Heidi se imaginó la sonrisa jovial de Harley cuando le respondió:

– Yo tampoco, amor mío. Yo tampoco.

Después de colgar el teléfono, Heidi observó pensativamente la carta a gran escala donde aparecía la zona de huracanes correspondiente al Atlántico norte. Mientras miraba las islas del Caribe más próximas al monstruo que se acercaba, algo indefinido surgió del fondo de su mente.

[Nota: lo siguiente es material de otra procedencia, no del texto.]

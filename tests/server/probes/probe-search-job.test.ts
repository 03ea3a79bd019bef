import { randomUUID } from "node:crypto";
import { readFileSync } from "node:fs";
import path from "node:path";
import { eq } from "drizzle-orm";
import type PgBoss from "pg-boss";
import { afterAll, beforeAll, describe, expect, it } from "vitest";
import { probeSearchSchema, type ProbeView } from "../../../shared/schemas/probes";
import { openDatabase, type Database } from "../../../server/db/client";
import { probes } from "../../../server/db/schema/index";
import { runCell } from "../../../server/engine/cell/run-cell";
import { createComputePool, type ComputePool } from "../../../server/jobs/compute-pool";
import { startJobWorkers, type JobWorkers } from "../../../server/jobs/job-workers";
import { probeSearch } from "../../../server/jobs/probe-search.job";
import { logger } from "../../../server/lib/logger";
import { createGroupsService } from "../../../server/modules/groups/groups.service";
import { planComparison } from "../../../server/modules/probes/analysis/comparison";
import { matrixStats } from "../../../server/modules/probes/analysis/matrix-stats";
import { fromBytes, toBytes } from "../../../server/modules/probes/probe-bytes";
import { createProbePool, sharedMatrix, type ProbePool } from "../../../server/modules/probes/probe.pool";
import { runProbeSearch } from "../../../server/modules/probes/probe-search";
import { createProbesService, type ProbesService } from "../../../server/modules/probes/probes.service";
import { createBoss } from "../../../server/queue/boss";
import { createTestDatabase, type TestDatabase } from "../../helpers/db-template";
import { insertUser, waitFor } from "../jobs/map-fixture";
import { FIXTURES } from "./probe-upload";

// The equilibrium search through the real pg-boss queue and an in-process worker (probe pool of
// 2 threads) against a fresh database; the stored result equals the search run directly, and
// the comparison equals the engine's cell runner on the same input.

let testDb: TestDatabase;
let database: Database;
let boss: PgBoss;
let compute: ComputePool;
let probePool: ProbePool;
let workers: JobWorkers;
let service: ProbesService;

beforeAll(async () => {
  testDb = await createTestDatabase();
  database = openDatabase(testDb.url, { max: 6 });
  boss = await createBoss(testDb.url, { maintenanceIntervalSeconds: 1 });
  compute = createComputePool({ threads: 1 });
  probePool = createProbePool({ threads: 2 });
  workers = await startJobWorkers({ db: database.db, boss, compute, probePool, workerName: "probe-test:1", logger, pollingIntervalSeconds: 0.5 });
  service = createProbesService({ db: database.db, groups: createGroupsService({ db: database.db }), pool: probePool, boss });
});

afterAll(async () => {
  await workers?.stop();
  await boss?.stop({ graceful: true, timeout: 5000 });
  await compute?.close();
  await probePool?.close();
  await database?.close();
  await testDb?.drop();
});

function withoutTimes<T extends { wallSeconds: number }>(v: T): Omit<T, "wallSeconds"> {
  const { wallSeconds: _w, ...rest } = v;
  return rest;
}

async function waitSettled(id: string, owner: Awaited<ReturnType<typeof insertUser>>): Promise<ProbeView> {
  return waitFor(async () => {
    const v = await service.get(owner, id);
    return v.status === "done" || v.status === "failed" ? v : undefined;
  }, 60_000, `probe ${id} searched`);
}

describe("probe-search through the queue", () => {
  it("searches the uploaded matrix and its comparison networks; results equal the direct runs", async () => {
    const owner = await insertUser(database.db, "prober");
    const file = { originalname: "probe-40.npy", buffer: readFileSync(path.join(FIXTURES, "probe-40.npy")) };
    const up = await service.upload(owner, { matrix: file, input: null }, { mu: 1, nonlinearity: "tanh" });
    const settings = probeSearchSchema.parse({ starts: 24, compareNetworks: 3, tMax: 120 });
    const started = await service.search(owner, up.id, settings);
    expect(started.status).toBe("searching");
    const done = await waitSettled(up.id, owner);
    expect(done.failure).toBeNull();
    expect(done.status).toBe("done");
    expect(done.search).toMatchObject({ startsDone: 24, networksDone: 3, skippedComparison: null });
    expect(done.search!.startedAt).not.toBeNull();
    expect(done.search!.finishedAt).not.toBeNull();

    const [row] = await database.db.select().from(probes).where(eq(probes.id, up.id));
    const J = fromBytes(row.matrix);
    const stats = matrixStats(J, 40);
    const direct = await runProbeSearch(probePool, { couplings: sharedMatrix(J), n: 40, mu: 1, nonlinearity: "tanh", input: null, stats }, settings);
    expect(withoutTimes(done.result!)).toEqual(withoutTimes(direct.merged.result));
    expect((row.result as { states: number[][] }).states).toEqual(direct.merged.states);
    expect(done.result!.equilibria.reduce((a, e) => a + e.hits, 0)).toBe(done.result!.runs.settled);

    const plan = planComparison({ n: 40, mu: 1, nonlinearity: "tanh", input: null, stats }, settings);
    if (!("input" in plan)) throw new Error("expected a comparison plan");
    const cell = runCell(plan.input);
    expect(done.comparison!.aggregate).toEqual(cell.aggregate);
    expect(done.comparison!.perNetwork.map((p) => p.stableFound)).toEqual(cell.networks.map((s) => s.stable.length));
    expect(done.comparison!.tau).toBeCloseTo(stats.tau!.estimate, 12);

    const json = await service.equilibrium(owner, up.id, 0, "json");
    expect((json.body as { x: number[] }).x).toEqual(direct.merged.states[0]);
    const csv = await service.equilibrium(owner, up.id, 0, "csv");
    const lines = (csv.body as string).trim().split("\n").filter((l) => !l.startsWith("#"));
    expect(lines[0]).toBe("unit,x");
    expect(lines.slice(1).map((l) => Number(l.split(",")[1]))).toEqual(direct.merged.states[0]);
    expect(csv.fileName).toBe("probe-40-equilibrium-0.csv");
  });

  it("records an engine refusal as the probe's failure", async () => {
    const owner = await insertUser(database.db, "odd");
    const J = Float64Array.from([0, 1, 1, 0]);
    const searchId = randomUUID();
    const settings = probeSearchSchema.parse({ starts: 4, compareNetworks: 0 });
    const [row] = await database.db.insert(probes).values({
      ownerId: owner.id, title: "stored under an old nonlinearity", fileName: "m.csv", format: "csv", n: 2, matrix: toBytes(J), mu: 1,
      nonlinearity: "softsign", stats: matrixStats(J, 2), spectrum: { re: [1, -1], im: [0, 0] }, status: "searching",
      search: { id: searchId, settings, requestedAt: new Date().toISOString(), startedAt: null, finishedAt: null, startsDone: 0, networksDone: 0, skippedComparison: null },
    }).returning({ id: probes.id });
    const outcome = await probeSearch({ db: database.db, pool: probePool, logger }, { data: { probeId: row.id, searchId }, retryCount: 0, retryLimit: 2 } as unknown as PgBoss.JobWithMetadata<unknown>);
    expect(outcome).toBe("failed");
    const v = await service.get(owner, row.id);
    expect(v.status).toBe("failed");
    expect(v.failure).toMatch(/RangeError: nonlinearity must be one of tanh, got "softsign"/);
  });

  it("skips a job whose search was superseded, or whose probe is gone", async () => {
    const deps = { db: database.db, pool: probePool, logger };
    const job = (probeId: string) => ({ data: { probeId, searchId: randomUUID() }, retryCount: 0, retryLimit: 2 }) as unknown as PgBoss.JobWithMetadata<unknown>;
    expect(await probeSearch(deps, job(randomUUID()))).toBe("skipped");
    const owner = await insertUser(database.db, "late");
    const file = { originalname: "f64-5.npy", buffer: readFileSync(path.join(FIXTURES, "f64-5.npy")) };
    const up = await service.upload(owner, { matrix: file, input: null }, { mu: 1, nonlinearity: "tanh" });
    expect(await probeSearch(deps, job(up.id))).toBe("skipped");
    expect((await service.get(owner, up.id)).status).toBe("ready");
    expect(await probeSearch(deps, { data: { nonsense: true } } as unknown as PgBoss.JobWithMetadata<unknown>)).toBe("skipped");
  });
});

Tecleó la orden para que el ordenador le mostrara una lista de los barcos, con una breve descripción de cada uno y la posición actual en una zona específica del Atlántico norte. Había más de una veintena que podían sufrir el impacto directo de la tormenta. Preocupada por la posibilidad de que algún barco de crucero -con sus miles de pasajeros y centenares de tripulantes a bordo- estuviese navegando en el camino del huracán, repasó de nuevo la lista. No había ningún crucero en la vecindad más inmediata, pero un nombre le llamó la atención. En un primer momento lo confundió con un barco, y después lo recordó. No era una nave.

– ¡Oh, Dios mío! -gimió.

Sam Moore, un meteorólogo con gafas que trabajaba en la mesa vecina, se volvió hacia su compañera.

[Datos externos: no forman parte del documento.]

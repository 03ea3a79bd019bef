import { AxisBottom, AxisLeft, AxisTop } from "@visx/axis";
import { scaleLinear, scaleLog } from "@visx/scale";
import { formatNumber } from "../../../../lib/format-number";
import { SPECIAL_FILLS } from "../../lib/palettes";
import type { ContinuousPixelScale } from "../../../../lib/axis-scale";

export const FONT = "Inter, ui-sans-serif, system-ui, sans-serif";

const tickLabel = { fill: SPECIAL_FILLS.inkSoft, fontSize: 11, fontFamily: FONT };
const axisLabel = { fill: SPECIAL_FILLS.ink, fontSize: 12, fontFamily: FONT, fontWeight: 500 };
const fmt = (v: unknown) => formatNumber(Number(v));

interface FigureAxesProps {
  x: ContinuousPixelScale;
  y: ContinuousPixelScale;
  /** Cell centres along μ and τ (ticks never go past them: the axis has no values beyond). */
  mus: number[];
  taus: number[];
  plotWidth: number;
  plotHeight: number;
  /** μ_c: draws a second μ axis on top in m = μ/μ_c. */
  muCritical: number | null;
  muLog: boolean;
}

/** The m = μ/μ_c axis: the μ scale's domain divided by μ_c, over the same pixels. */
function relativeScale(x: ContinuousPixelScale, muCritical: number, muLog: boolean): ContinuousPixelScale {
  const [a, b] = x.domain() as [number, number];
  const config = { domain: [a / muCritical, b / muCritical], range: x.range() as [number, number] };
  return muLog ? scaleLog<number>(config) : scaleLinear<number>(config);
}

/**
 * Tick values of a grid axis: the cell centres themselves when they fit, else the scale's round
 * ticks inside the range the cells cover (half a cell beyond the ends holds no data).
 */
export function gridTicks(scale: ContinuousPixelScale, points: number[], room: number): number[] {
  if (points.length <= room) return points;
  const lo = points[0];
  const hi = points[points.length - 1];
  const eps = (hi - lo) * 1e-9;
  return (scale.ticks(room) as number[]).filter((v) => v >= lo - eps && v <= hi + eps);
}

/** μ along the bottom, τ up the left side, and m = μ/μ_c along the top where the map has μ_c. */
export function FigureAxes({ x, y, mus, taus, plotWidth, plotHeight, muCritical, muLog }: FigureAxesProps) {
  const xTicks = Math.max(2, Math.floor(plotWidth / 90));
  const yTicks = Math.max(2, Math.floor(plotHeight / 48));
  const muTicks = gridTicks(x, mus, xTicks);
  const m = muCritical != null && muCritical > 0 ? relativeScale(x, muCritical, muLog) : null;
  return (
    <g>
      <AxisBottom
        top={plotHeight}
        scale={x}
        tickValues={muTicks}
        tickFormat={fmt}
        stroke={SPECIAL_FILLS.inkSoft}
        tickStroke={SPECIAL_FILLS.inkSoft}
        tickLabelProps={tickLabel}
        label="relaxation rate μ"
        labelProps={{ ...axisLabel, textAnchor: "middle" }}
        labelOffset={14}
      />
      <AxisLeft
        scale={y}
        tickValues={gridTicks(y, taus, yTicks)}
        tickFormat={fmt}
        stroke={SPECIAL_FILLS.inkSoft}
        tickStroke={SPECIAL_FILLS.inkSoft}
        tickLabelProps={{ ...tickLabel, textAnchor: "end", dx: -2, dy: 3 }}
        label="asymmetry τ"
        labelProps={{ ...axisLabel, textAnchor: "middle" }}
        labelOffset={26}
      />
      {m && (
        <AxisTop
          scale={m}
          tickValues={gridTicks(m, mus.map((v) => v / muCritical!), xTicks)}
          tickFormat={fmt}
          stroke={SPECIAL_FILLS.inkSoft}
          tickStroke={SPECIAL_FILLS.inkSoft}
          tickLabelProps={tickLabel}
          label={`m = μ/μ_c  (μ_c = ${formatNumber(muCritical!)})`}
          labelProps={{ ...axisLabel, textAnchor: "middle" }}
          labelOffset={12}
        />
      )}
    </g>
  );
}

– ¿Estás bien? ¿Te pasa algo?

Heidi se hundió en la silla.

– El Ocean Wanderer.

– ¿Es un crucero?

– No, es un hotel flotante que ahora mismo está amarrado en el camino del sistema. -Heidi sacudió la cabeza-. No hay manera de poder apartarlo a tiempo. Es un blanco fijo.

– Un barco informó de olas de treinta metros -dijo Moore-. Si una de esas golpea el hotel… -Su voz se apagó.

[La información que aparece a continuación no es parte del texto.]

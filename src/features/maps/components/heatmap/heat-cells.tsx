import { HeatmapRect } from "@visx/heatmap";
import { memo, useMemo } from "react";
import type { CellPaint } from "../../lib/cell-paints";


interface HeatCellsProps {
  muSteps: number;
  tauSteps: number;
  width: number;
  height: number;
  paints: readonly CellPaint[];
  /** Slot that takes Tab focus (roving tabindex); −1 when the grid is not interactive. */
  active: number;
}

type Column = { i: number; bins: number[] };

const CellRect = memo(function CellRect(p: { k: number; x: number; y: number; w: number; h: number; paint: CellPaint; tabbable: boolean | null }) {
  const interactive = p.tabbable !== null;
  return (
    <rect
      data-k={p.k}
      x={p.x}
      y={p.y}
      width={p.w}
      height={p.h}
      fill={p.paint.fill}
      fillOpacity={p.paint.dim ? 0.22 : 1}
      role={interactive ? "button" : undefined}
      tabIndex={interactive ? (p.tabbable ? 0 : -1) : undefined}
      aria-label={interactive ? p.paint.label : undefined}
      style={interactive ? { cursor: "pointer", outline: "none" } : undefined}
    />
  );
});

/**
 * One rect per cell, laid out by visx's HeatmapRect (column i along μ, row j along τ, τ growing
 * upwards). Each rect is memoised on its paint, so a layer change repaints in one pass and
 * moving the keyboard focus touches two cells only.
 */
export const HeatCells = memo(function HeatCells({ muSteps, tauSteps, width, height, paints, active }: HeatCellsProps) {
  const columns = useMemo<Column[]>(
    () => Array.from({ length: muSteps }, (_, i) => ({ i, bins: Array.from({ length: tauSteps }, (_, j) => j) })),
    [muSteps, tauSteps],
  );
  const bw = width / muSteps;
  const bh = height / tauSteps;
  const gap = Math.min(bw, bh) > 8 ? 1 : 0;
  return (
    <HeatmapRect<Column, number>
      data={columns}
      bins={(c) => c.bins}
      count={(j) => j}
      binWidth={bw}
      binHeight={bh}
      gap={gap}
      xScale={(i) => i * bw}
      yScale={(j) => (tauSteps - 1 - j) * bh}
    >
      {(grid) =>
        grid.flatMap((col) =>
          col.map((cell) => {
            const k = cell.column + cell.row * muSteps;
            return (
              <CellRect
                key={k}
                k={k}
                x={cell.x}
                y={cell.y}
                w={Math.max(0.5, cell.width)}
                h={Math.max(0.5, cell.height)}
                paint={paints[k]}
                tabbable={active < 0 ? null : k === active}
              />
            );
          }),
        )
      }
    </HeatmapRect>
  );
});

– Tenemos que avisar a la dirección para que lo evacúen de inmediato.

Heidi se levantó de un salto y corrió a la sala de comunicaciones. Rogó para sus adentros que la dirección del hotel actuara sin demora. Si no era así, más de un millar de huéspedes y todo el personal estaban condenados a una muerte segura.

5

Nunca se había visto tanta elegancia, tanto lujo, en la superficie del mar. Nunca se había construido nada que pudiera compararse con la extraordinaria creatividad de su diseño. El hotel submarino Ocean Wanderer era una aventura a la espera de ser vivida, una magnífica oportunidad para sus huéspedes de contemplar las maravillas de las profundidades. Se elevaba por encima de las olas con soberbio esplendor a tres kilómetros del cabo Cabrón, en el extremo sudeste de la República Dominicana.

Reconocido por la industria turística como el hotel más extraordinario del mundo entero, había sido construido en Suecia de acuerdo con unas exigencias de calidad que no tenían parangón. El más alto grado de artesanía había empleado lo último en materiales, combinado con una atrevida utilización de lujosas texturas que ilustraban la vida en el mar. Exuberantes tonos de verde, azul y oro se unían para crear un lujosísimo conjunto, magnífico en el exterior y esplendoroso en el interior. En la superficie, la estructura exterior, con una altura de más de sesenta metros, imitaba las suaves y estilizadas líneas de una nube baja. Los cinco pisos superiores albergaban los alojamientos y despachos de los cuatrocientos empleados, los enormes almacenes, las cocinas y los sistemas de aire acondicionado y calefacción.